#### [INSTRUCTIONS TO FOLLOW]
Search the data below for the string "that" and copy all lines where it shows up.

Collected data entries
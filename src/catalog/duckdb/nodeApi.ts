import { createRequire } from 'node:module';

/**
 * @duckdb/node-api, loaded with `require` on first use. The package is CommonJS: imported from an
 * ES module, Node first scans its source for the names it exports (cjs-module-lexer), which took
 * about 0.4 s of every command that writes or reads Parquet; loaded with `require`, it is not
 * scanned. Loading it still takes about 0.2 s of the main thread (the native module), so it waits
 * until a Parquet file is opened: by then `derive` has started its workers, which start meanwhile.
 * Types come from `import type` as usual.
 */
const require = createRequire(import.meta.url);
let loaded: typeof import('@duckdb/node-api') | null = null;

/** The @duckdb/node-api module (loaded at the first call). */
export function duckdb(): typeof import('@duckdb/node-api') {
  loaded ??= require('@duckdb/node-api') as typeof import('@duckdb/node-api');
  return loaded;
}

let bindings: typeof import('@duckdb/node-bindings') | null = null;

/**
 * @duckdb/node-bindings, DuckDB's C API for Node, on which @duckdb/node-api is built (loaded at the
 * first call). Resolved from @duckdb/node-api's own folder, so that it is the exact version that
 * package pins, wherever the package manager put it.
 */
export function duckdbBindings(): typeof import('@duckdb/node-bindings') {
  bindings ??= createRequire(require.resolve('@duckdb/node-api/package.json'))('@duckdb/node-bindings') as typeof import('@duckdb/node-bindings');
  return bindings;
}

#### [COMPLETED TASK]
 * about 0.4 s of every command that writes or reads Parquet; loaded with `require`, it is not
 * first call). Resolved from @duckdb/node-api's own folder, so that it is the exact version that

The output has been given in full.